## [DATA FOR THIS TASK]

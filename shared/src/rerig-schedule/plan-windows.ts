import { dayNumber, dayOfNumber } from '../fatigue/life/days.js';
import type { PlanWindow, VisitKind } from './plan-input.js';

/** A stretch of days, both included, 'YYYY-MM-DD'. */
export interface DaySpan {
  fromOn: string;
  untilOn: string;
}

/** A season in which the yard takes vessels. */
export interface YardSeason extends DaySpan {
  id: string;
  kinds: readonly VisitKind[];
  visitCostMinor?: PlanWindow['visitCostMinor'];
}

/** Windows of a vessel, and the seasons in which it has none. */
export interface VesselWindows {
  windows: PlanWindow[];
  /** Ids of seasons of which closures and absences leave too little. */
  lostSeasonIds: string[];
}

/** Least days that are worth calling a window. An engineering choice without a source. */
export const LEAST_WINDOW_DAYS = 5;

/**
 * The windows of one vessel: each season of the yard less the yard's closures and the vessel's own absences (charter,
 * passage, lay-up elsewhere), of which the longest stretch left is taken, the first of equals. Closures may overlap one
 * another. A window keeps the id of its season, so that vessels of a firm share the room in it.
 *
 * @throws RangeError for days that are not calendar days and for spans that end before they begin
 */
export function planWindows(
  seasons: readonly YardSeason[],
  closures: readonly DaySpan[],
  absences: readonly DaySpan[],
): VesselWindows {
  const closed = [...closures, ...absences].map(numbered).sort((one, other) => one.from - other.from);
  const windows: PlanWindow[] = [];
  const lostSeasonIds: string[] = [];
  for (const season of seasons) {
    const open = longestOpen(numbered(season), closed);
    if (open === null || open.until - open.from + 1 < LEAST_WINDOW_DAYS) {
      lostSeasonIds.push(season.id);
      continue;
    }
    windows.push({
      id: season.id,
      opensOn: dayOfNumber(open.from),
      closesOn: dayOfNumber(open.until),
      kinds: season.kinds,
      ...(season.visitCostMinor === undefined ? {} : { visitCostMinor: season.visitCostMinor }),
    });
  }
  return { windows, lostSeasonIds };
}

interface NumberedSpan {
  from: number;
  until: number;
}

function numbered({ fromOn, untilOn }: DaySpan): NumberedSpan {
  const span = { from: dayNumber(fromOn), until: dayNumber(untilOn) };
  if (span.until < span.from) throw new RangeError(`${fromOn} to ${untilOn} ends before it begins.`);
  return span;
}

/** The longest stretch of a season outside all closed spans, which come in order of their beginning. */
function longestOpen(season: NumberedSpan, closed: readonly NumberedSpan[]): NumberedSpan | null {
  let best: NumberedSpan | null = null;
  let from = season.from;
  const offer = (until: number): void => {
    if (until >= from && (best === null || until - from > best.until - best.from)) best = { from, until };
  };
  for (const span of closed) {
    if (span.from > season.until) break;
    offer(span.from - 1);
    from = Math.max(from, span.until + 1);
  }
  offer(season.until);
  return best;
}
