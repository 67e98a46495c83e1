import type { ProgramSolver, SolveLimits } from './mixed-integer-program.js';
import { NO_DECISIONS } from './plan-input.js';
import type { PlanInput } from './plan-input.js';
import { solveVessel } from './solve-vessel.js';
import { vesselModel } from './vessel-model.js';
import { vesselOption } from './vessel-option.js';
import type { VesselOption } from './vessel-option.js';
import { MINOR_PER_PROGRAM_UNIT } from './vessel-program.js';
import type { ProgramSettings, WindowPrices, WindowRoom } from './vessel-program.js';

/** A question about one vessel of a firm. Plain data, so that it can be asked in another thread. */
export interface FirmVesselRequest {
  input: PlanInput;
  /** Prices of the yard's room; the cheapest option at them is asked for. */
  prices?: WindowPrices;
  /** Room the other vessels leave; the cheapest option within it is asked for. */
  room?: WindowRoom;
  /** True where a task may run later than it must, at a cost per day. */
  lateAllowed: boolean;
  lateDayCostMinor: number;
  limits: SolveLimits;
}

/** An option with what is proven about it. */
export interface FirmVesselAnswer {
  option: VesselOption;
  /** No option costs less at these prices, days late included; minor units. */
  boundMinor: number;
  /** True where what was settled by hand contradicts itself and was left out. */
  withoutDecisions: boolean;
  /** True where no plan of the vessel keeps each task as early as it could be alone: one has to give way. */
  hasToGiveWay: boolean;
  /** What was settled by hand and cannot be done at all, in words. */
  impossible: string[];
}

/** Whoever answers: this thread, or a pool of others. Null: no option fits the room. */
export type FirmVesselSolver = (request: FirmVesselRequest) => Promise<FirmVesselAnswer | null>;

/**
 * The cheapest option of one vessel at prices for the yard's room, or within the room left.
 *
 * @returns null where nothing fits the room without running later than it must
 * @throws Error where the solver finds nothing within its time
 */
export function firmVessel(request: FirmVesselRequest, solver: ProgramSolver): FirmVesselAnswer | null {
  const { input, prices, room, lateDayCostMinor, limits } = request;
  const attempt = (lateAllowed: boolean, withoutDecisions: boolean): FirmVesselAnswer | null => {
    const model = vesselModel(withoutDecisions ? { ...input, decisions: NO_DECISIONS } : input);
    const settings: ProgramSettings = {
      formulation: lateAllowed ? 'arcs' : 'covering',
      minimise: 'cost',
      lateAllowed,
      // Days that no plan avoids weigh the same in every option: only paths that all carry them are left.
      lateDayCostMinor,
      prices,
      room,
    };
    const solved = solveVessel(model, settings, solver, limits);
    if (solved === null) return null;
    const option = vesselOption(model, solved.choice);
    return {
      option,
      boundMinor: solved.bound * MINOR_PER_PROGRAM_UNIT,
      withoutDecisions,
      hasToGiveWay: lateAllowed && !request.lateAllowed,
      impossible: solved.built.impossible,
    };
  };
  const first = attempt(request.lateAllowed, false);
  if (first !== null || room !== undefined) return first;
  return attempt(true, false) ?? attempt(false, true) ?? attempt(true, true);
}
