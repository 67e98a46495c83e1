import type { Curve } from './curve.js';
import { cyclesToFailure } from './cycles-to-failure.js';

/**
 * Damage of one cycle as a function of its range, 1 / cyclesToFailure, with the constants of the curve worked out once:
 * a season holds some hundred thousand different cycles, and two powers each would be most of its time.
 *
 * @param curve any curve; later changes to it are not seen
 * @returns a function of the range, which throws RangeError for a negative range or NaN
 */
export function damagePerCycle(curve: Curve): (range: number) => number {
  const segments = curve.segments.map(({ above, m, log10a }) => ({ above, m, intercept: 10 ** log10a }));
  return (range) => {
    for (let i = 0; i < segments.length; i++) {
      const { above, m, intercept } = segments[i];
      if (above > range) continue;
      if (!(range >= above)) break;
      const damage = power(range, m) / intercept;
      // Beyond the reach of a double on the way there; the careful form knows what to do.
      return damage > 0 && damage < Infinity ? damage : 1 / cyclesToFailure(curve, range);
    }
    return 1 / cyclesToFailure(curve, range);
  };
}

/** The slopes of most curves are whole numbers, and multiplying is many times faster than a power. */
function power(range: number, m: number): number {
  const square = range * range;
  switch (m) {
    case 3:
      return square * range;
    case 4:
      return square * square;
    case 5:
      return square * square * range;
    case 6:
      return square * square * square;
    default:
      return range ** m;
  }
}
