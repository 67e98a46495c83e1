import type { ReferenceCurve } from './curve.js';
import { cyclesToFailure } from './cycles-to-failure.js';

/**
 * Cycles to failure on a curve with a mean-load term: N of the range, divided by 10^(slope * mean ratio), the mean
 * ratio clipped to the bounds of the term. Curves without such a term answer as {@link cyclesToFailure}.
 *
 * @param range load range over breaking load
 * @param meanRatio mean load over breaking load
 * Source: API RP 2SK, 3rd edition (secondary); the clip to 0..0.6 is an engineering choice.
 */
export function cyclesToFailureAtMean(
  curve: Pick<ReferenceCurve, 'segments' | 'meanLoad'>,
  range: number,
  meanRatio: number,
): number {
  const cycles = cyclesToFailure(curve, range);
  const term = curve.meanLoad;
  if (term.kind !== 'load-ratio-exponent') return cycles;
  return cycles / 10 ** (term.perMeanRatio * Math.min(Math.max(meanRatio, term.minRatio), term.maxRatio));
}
---
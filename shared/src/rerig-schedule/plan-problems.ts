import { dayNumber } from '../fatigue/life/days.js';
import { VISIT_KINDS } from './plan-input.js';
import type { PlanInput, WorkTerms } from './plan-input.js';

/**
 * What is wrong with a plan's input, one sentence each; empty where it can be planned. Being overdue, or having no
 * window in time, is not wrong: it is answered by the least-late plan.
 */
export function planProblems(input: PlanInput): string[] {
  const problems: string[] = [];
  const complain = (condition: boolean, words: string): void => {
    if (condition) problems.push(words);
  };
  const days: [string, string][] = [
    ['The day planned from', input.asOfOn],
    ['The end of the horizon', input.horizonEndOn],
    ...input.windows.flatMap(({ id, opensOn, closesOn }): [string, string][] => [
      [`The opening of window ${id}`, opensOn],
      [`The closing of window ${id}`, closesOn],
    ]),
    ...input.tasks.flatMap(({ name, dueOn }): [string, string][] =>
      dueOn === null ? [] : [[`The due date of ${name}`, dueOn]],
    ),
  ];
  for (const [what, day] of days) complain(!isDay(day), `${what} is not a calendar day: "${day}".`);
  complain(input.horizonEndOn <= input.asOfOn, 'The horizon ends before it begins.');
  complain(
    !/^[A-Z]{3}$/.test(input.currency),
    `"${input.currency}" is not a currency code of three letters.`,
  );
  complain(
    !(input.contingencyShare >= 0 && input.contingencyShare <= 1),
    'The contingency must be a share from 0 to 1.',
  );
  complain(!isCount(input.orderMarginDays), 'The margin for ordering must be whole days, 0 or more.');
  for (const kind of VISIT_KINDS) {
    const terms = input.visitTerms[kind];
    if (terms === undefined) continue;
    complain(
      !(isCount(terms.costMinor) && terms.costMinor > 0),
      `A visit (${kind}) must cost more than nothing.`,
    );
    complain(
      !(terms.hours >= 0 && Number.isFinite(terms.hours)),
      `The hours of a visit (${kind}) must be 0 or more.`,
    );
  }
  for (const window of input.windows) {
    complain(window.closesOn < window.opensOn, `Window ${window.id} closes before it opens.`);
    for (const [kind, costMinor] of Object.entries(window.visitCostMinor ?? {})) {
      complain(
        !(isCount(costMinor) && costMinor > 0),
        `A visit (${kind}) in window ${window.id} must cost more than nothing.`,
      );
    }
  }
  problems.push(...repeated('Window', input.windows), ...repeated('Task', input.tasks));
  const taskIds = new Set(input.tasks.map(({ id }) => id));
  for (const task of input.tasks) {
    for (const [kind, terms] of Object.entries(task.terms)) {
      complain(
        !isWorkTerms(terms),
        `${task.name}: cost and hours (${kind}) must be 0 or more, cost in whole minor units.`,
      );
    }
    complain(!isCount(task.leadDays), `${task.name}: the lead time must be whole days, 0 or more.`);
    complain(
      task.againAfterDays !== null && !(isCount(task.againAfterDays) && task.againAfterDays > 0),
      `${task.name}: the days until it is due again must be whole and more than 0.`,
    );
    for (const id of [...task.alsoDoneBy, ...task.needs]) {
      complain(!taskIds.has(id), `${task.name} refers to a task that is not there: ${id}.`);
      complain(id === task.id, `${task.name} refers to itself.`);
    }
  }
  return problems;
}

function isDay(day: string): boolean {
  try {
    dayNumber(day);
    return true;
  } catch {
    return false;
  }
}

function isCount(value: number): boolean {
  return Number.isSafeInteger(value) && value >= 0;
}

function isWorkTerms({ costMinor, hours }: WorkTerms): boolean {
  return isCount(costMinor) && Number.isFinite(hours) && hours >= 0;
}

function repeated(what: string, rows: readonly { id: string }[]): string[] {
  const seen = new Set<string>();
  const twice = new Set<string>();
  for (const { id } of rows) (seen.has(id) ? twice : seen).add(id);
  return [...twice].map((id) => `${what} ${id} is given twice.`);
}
--
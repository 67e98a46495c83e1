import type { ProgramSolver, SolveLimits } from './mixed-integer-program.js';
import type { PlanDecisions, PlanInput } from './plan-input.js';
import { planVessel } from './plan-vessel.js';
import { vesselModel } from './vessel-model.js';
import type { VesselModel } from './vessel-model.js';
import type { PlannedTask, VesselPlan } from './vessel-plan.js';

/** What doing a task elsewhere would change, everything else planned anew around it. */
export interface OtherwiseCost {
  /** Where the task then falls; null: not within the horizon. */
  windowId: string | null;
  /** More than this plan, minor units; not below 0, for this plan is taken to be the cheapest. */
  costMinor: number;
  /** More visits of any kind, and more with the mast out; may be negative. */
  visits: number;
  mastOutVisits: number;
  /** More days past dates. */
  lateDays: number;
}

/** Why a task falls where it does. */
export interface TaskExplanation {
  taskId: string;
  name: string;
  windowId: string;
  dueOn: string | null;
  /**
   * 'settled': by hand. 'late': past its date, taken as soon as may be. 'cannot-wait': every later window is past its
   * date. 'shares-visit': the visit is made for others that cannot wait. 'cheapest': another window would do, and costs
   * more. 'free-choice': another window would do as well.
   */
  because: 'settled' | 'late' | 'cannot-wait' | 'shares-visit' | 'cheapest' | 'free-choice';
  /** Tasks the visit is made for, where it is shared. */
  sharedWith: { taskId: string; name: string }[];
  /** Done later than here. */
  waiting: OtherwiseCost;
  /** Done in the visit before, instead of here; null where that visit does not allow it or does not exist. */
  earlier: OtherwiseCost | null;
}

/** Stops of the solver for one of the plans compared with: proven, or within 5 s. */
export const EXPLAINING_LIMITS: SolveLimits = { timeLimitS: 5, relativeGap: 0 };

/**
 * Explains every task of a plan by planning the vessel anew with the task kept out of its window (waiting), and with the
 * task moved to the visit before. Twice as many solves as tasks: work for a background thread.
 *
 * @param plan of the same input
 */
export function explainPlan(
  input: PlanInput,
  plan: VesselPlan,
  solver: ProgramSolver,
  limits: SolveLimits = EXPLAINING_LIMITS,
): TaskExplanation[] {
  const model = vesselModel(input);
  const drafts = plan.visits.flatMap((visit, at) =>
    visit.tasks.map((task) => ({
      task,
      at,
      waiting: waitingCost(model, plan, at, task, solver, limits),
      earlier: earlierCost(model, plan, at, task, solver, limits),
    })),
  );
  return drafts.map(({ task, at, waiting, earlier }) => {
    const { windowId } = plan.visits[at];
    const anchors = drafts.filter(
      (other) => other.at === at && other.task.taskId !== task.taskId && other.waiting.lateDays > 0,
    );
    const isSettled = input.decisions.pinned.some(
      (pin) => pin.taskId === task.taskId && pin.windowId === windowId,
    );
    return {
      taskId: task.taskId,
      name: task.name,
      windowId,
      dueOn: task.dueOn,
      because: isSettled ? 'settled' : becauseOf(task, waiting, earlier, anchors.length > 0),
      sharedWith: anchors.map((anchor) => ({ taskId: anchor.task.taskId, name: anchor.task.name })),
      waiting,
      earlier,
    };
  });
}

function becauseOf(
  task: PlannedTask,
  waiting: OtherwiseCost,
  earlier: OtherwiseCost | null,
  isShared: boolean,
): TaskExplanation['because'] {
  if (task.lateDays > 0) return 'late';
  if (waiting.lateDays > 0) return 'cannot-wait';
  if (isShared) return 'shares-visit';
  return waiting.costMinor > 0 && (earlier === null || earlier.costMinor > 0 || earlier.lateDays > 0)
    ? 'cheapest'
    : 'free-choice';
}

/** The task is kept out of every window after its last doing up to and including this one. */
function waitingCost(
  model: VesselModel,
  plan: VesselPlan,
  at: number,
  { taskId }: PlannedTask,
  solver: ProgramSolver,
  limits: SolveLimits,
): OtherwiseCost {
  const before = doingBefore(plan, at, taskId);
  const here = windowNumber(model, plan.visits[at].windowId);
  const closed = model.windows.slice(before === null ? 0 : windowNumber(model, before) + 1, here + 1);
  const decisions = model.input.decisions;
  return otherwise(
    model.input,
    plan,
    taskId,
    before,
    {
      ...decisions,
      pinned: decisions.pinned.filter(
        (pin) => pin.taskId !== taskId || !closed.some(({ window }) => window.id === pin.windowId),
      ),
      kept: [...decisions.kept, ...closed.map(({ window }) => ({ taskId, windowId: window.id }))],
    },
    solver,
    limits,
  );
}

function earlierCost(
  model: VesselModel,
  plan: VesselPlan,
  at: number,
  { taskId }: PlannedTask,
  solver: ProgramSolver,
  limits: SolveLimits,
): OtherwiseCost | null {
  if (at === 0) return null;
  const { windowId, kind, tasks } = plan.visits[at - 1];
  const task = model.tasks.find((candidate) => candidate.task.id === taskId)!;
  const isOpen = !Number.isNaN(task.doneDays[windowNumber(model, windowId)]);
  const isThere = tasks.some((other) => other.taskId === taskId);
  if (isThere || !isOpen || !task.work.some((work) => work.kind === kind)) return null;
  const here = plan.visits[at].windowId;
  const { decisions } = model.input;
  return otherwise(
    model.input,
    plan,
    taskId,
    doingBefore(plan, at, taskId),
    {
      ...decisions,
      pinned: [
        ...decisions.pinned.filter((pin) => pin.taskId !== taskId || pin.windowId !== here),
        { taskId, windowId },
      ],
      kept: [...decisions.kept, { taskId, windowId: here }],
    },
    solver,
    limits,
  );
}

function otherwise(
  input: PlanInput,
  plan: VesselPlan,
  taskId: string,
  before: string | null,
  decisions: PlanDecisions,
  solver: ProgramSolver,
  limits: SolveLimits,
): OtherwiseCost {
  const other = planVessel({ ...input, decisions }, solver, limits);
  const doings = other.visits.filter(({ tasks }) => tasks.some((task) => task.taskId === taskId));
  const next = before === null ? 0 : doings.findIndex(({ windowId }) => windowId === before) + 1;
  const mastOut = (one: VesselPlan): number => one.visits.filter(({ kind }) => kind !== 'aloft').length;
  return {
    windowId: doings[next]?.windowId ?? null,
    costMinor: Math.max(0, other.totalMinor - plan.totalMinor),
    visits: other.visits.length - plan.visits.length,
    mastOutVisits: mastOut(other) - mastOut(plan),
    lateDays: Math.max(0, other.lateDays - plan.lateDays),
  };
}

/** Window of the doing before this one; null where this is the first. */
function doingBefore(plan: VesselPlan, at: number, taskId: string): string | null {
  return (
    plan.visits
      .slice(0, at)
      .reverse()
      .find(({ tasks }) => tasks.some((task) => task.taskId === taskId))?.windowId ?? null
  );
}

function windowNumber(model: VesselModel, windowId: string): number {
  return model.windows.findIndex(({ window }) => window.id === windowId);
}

## [AIM OF THE TASK]
Whenever a line of the material holds the word "does", copy it out.

## [TASK OUTPUT]
/** Why a task falls where it does. */
  /** Done in the visit before, instead of here; null where that visit does not allow it or does not exist. */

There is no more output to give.